Collected data:
★ ★ ★ ★ ★ ★ ★

import type { Actor } from '@/lib/auth/actor'
import type { Trx } from '@/lib/db/client'
import { refuse } from '@/lib/http/errors'
import { totalGrams } from '@/lib/science/making'
import { currentPortions, gramsText, readWeight, weighed } from '../rules/weighing'
import type { WeighInput } from '../schema'
import { assertState, findBatch, staleRow, whenDone } from './find-batch'
import { doubtOf } from './instrument-doubt'

/**
 * One portion of a line, added to those before it. A correction is a portion that supersedes one and says why; kept
 * outside its tolerance a line wants a note. The same id again answers with what stands.
 */
export async function weighLine(trx: Trx, actor: Actor, code: string, input: WeighInput) {
  const batch = await findBatch(trx, code)
  const line = await findLine(trx, batch.id, input.weighingId)
  if (!line) throw refuse.notFound(`${code} has no such line. Load the page again.`)
  const portions = await listPortions(trx, input.weighingId)
  if (portions.some((portion) => portion.id === input.id)) return standing(line, batch.tolerancePercent)
  assertState(batch, ['making'], 'Its weighing sheet is closed.')
  const weight = readWeight(input.actualTyped, input.tareTyped, input.supersedes !== null)
  if ('sentence' in weight) throw refuse.invalid(weight.sentence, { [weight.field]: weight.sentence })
  if (line.version !== input.version) {
    throw await staleRow(trx, 'batch_weighing', input.weighingId, `the weight of ${line.inciName}`)
  }
  const current = currentPortions(portions)
  assertCorrection(line.inciName, current, input)
  const rest = current.filter((portion) => portion.id !== input.supersedes)
  const totalG = totalGrams([...rest.map((portion) => portion.netG), weight.netG])
  const wasKept = line.actualG !== null
  // A line of which nothing is left is open again.
  const isKept = totalG > 0 && (wasKept || (input.supersedes === null && input.isLast))
  if (isKept) assertExplained(line, totalG, batch.tolerancePercent, input.note)
  const balance = await doubtOf(trx, input.balanceId, ['balance'], 'balanceId')
  const balanceName = balance?.code ?? input.balance
  const weighedAt = whenDone(batch, input)
  await trx
    .insertInto('batchPortion')
    .values({
      id: input.id,
      batchWeighingId: input.weighingId,
      grossTyped: input.actualTyped,
      tareTyped: input.tareTyped,
      netG: weight.netG,
      isLast: isKept,
      lot: input.lot,
      balance: balanceName,
      balanceId: input.balanceId,
      balanceDoubt: balance?.doubt ?? null,
      note: input.note,
      supersedes: input.supersedes,
      reason: input.reason,
      isFromPaper: input.isFromPaper,
      weighedAt,
      recordedAt: batch.now,
      weighedBy: actor.personId,
    })
    .execute()
  const saved = await trx
    .updateTable('batchWeighing')
    .set({
      actualG: isKept ? totalG : null,
      actualTyped: isKept ? input.actualTyped : null,
      lot: together([...rest.map((portion) => portion.lot), input.lot]),
      balance: together([...rest.map((portion) => portion.balance), balanceName]),
      note: input.note,
      weighedBy: actor.personId,
      weighedAt: isKept ? weighedAt : null,
      version: input.version + 1,
    })
    .where('id', '=', input.weighingId)
    .returning(['id', 'version', 'actualG', 'weighedAt', 'targetG'])
    .executeTakeFirstOrThrow()
  return { ...standing(saved, batch.tolerancePercent), totalG }
}

function findLine(trx: Trx, batchId: string, weighingId: string) {
  return trx
    .selectFrom('batchWeighing')
    .innerJoin('formulaLine', 'formulaLine.id', 'batchWeighing.formulaLineId')
    .select(['batchWeighing.id', 'batchWeighing.targetG', 'batchWeighing.actualG', 'batchWeighing.version'])
    .select(['batchWeighing.weighedAt', 'formulaLine.inciName'])
    .where('batchWeighing.id', '=', weighingId)
    .where('batchWeighing.batchId', '=', batchId)
    .executeTakeFirst()
}

function listPortions(trx: Trx, weighingId: string) {
  return trx
    .selectFrom('batchPortion')
    .select(['id', 'netG', 'supersedes', 'lot', 'balance'])
    .where('batchWeighingId', '=', weighingId)
    .orderBy('id')
    .execute()
}

function assertCorrection(name: string, current: readonly { id: string }[], input: WeighInput) {
  if (input.supersedes === null) return
  if (!current.some((portion) => portion.id === input.supersedes)) {
    throw refuse.conflict(
      `That weight of ${name} was corrected already or is not there. Load the page again.`,
    )
  }
  if (!input.reason) {
    throw refuse.invalid(`Say why the weight of ${name} is corrected.`, {
      reason: 'Say why the weight is corrected.',
    })
  }
}

function assertExplained(
  line: { inciName: string; targetG: number },
  totalG: number,
  tolerancePercent: number,
  note: string,
) {
  const { isWithin, differenceG } = weighed(line.targetG, totalG, tolerancePercent)
  if (isWithin || note) return
  const off = `${gramsText(Math.abs(differenceG))} g ${differenceG < 0 ? 'short' : 'over'}`
  throw refuse.invalid(`${line.inciName} is ${off}, more than ${tolerancePercent} %. Say why it is kept.`, {
    note: 'Say why this weight is kept.',
  })
}

const together = (words: readonly string[]) => [...new Set(words.filter(Boolean))].join(', ')

type Standing = {
  id: string
  version: number
  actualG: number | null
  weighedAt: string | null
  targetG: number
}

function standing({ id, version, actualG, weighedAt, targetG }: Standing, tolerancePercent: number) {
  const verdict = actualG === null ? null : weighed(targetG, actualG, tolerancePercent)
  return {
    ...{ id, version, actualG, weighedAt },
    differencePercent: verdict?.differencePercent ?? null,
    isWithin: verdict?.isWithin ?? null,
  }
}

★ ★ ★ ★ ★ ★ ★

_ABOUT THIS TASK:_ Would you write out the data exactly as it reads?

_TASK ANSWER:_
import type { Actor } from '@/lib/auth/actor'
import type { Trx } from '@/lib/db/client'
import { refuse } from '@/lib/http/errors'
import { totalGrams } from '@/lib/science/making'
import { currentPortions, gramsText, readWeight, weighed } from '../rules/weighing'
import type { WeighInput } from '../schema'
import { assertState, findBatch, staleRow, whenDone } from './find-batch'
import { doubtOf } from './instrument-doubt'

/**
 * One portion of a line, added to those before it. A correction is a portion that supersedes one and says why; kept
 * outside its tolerance a line wants a note. The same id again answers with what stands.
 */
export async function weighLine(trx: Trx, actor: Actor, code: string, input: WeighInput) {
  const batch = await findBatch(trx, code)
  const line = await findLine(trx, batch.id, input.weighingId)
  if (!line) throw refuse.notFound(`${code} has no such line. Load the page again.`)
  const portions = await listPortions(trx, input.weighingId)
  if (portions.some((portion) => portion.id === input.id)) return standing(line, batch.tolerancePercent)
  assertState(batch, ['making'], 'Its weighing sheet is closed.')
  const weight = readWeight(input.actualTyped, input.tareTyped, input.supersedes !== null)
  if ('sentence' in weight) throw refuse.invalid(weight.sentence, { [weight.field]: weight.sentence })
  if (line.version !== input.version) {
    throw await staleRow(trx, 'batch_weighing', input.weighingId, `the weight of ${line.inciName}`)
  }
  const current = currentPortions(portions)
  assertCorrection(line.inciName, current, input)
  const rest = current.filter((portion) => portion.id !== input.supersedes)
  const totalG = totalGrams([...rest.map((portion) => portion.netG), weight.netG])
  const wasKept = line.actualG !== null
  // A line of which nothing is left is open again.
  const isKept = totalG > 0 && (wasKept || (input.supersedes === null && input.isLast))
  if (isKept) assertExplained(line, totalG, batch.tolerancePercent, input.note)
  const balance = await doubtOf(trx, input.balanceId, ['balance'], 'balanceId')
  const balanceName = balance?.code ?? input.balance
  const weighedAt = whenDone(batch, input)
  await trx
    .insertInto('batchPortion')
    .values({
      id: input.id,
      batchWeighingId: input.weighingId,
      grossTyped: input.actualTyped,
      tareTyped: input.tareTyped,
      netG: weight.netG,
      isLast: isKept,
      lot: input.lot,
      balance: balanceName,
      balanceId: input.balanceId,
      balanceDoubt: balance?.doubt ?? null,
      note: input.note,
      supersedes: input.supersedes,
      reason: input.reason,
      isFromPaper: input.isFromPaper,
      weighedAt,
      recordedAt: batch.now,
      weighedBy: actor.personId,
    })
    .execute()
  const saved = await trx
    .updateTable('batchWeighing')
    .set({
      actualG: isKept ? totalG : null,
      actualTyped: isKept ? input.actualTyped : null,
      lot: together([...rest.map((portion) => portion.lot), input.lot]),
      balance: together([...rest.map((portion) => portion.balance), balanceName]),
      note: input.note,
      weighedBy: actor.personId,
      weighedAt: isKept ? weighedAt : null,
      version: input.version + 1,
    })
    .where('id', '=', input.weighingId)
    .returning(['id', 'version', 'actualG', 'weighedAt', 'targetG'])
    .executeTakeFirstOrThrow()
  return { ...standing(saved, batch.tolerancePercent), totalG }
}

function findLine(trx: Trx, batchId: string, weighingId: string) {
  return trx
    .selectFrom('batchWeighing')
    .innerJoin('formulaLine', 'formulaLine.id', 'batchWeighing.formulaLineId')
    .select(['batchWeighing.id', 'batchWeighing.targetG', 'batchWeighing.actualG', 'batchWeighing.version'])
    .select(['batchWeighing.weighedAt', 'formulaLine.inciName'])
    .where('batchWeighing.id', '=', weighingId)
    .where('batchWeighing.batchId', '=', batchId)
    .executeTakeFirst()
}

function listPortions(trx: Trx, weighingId: string) {
  return trx
    .selectFrom('batchPortion')
    .select(['id', 'netG', 'supersedes', 'lot', 'balance'])
    .where('batchWeighingId', '=', weighingId)
    .orderBy('id')
    .execute()
}

function assertCorrection(name: string, current: readonly { id: string }[], input: WeighInput) {
  if (input.supersedes === null) return
  if (!current.some((portion) => portion.id === input.supersedes)) {
    throw refuse.conflict(
      `That weight of ${name} was corrected already or is not there. Load the page again.`,
    )
  }
  if (!input.reason) {
    throw refuse.invalid(`Say why the weight of ${name} is corrected.`, {
      reason: 'Say why the weight is corrected.',
    })
  }
}

function assertExplained(
  line: { inciName: string; targetG: number },
  totalG: number,
  tolerancePercent: number,
  note: string,
) {
  const { isWithin, differenceG } = weighed(line.targetG, totalG, tolerancePercent)
  if (isWithin || note) return
  const off = `${gramsText(Math.abs(differenceG))} g ${differenceG < 0 ? 'short' : 'over'}`
  throw refuse.invalid(`${line.inciName} is ${off}, more than ${tolerancePercent} %. Say why it is kept.`, {
    note: 'Say why this weight is kept.',
  })
}

const together = (words: readonly string[]) => [...new Set(words.filter(Boolean))].join(', ')

type Standing = {
  id: string
  version: number
  actualG: number | null
  weighedAt: string | null
  targetG: number
}

function standing({ id, version, actualG, weighedAt, targetG }: Standing, tolerancePercent: number) {
  const verdict = actualG === null ? null : weighed(targetG, actualG, tolerancePercent)
  return {
    ...{ id, version, actualG, weighedAt },
    differencePercent: verdict?.differencePercent ?? null,
    isWithin: verdict?.isWithin ?? null,
  }
}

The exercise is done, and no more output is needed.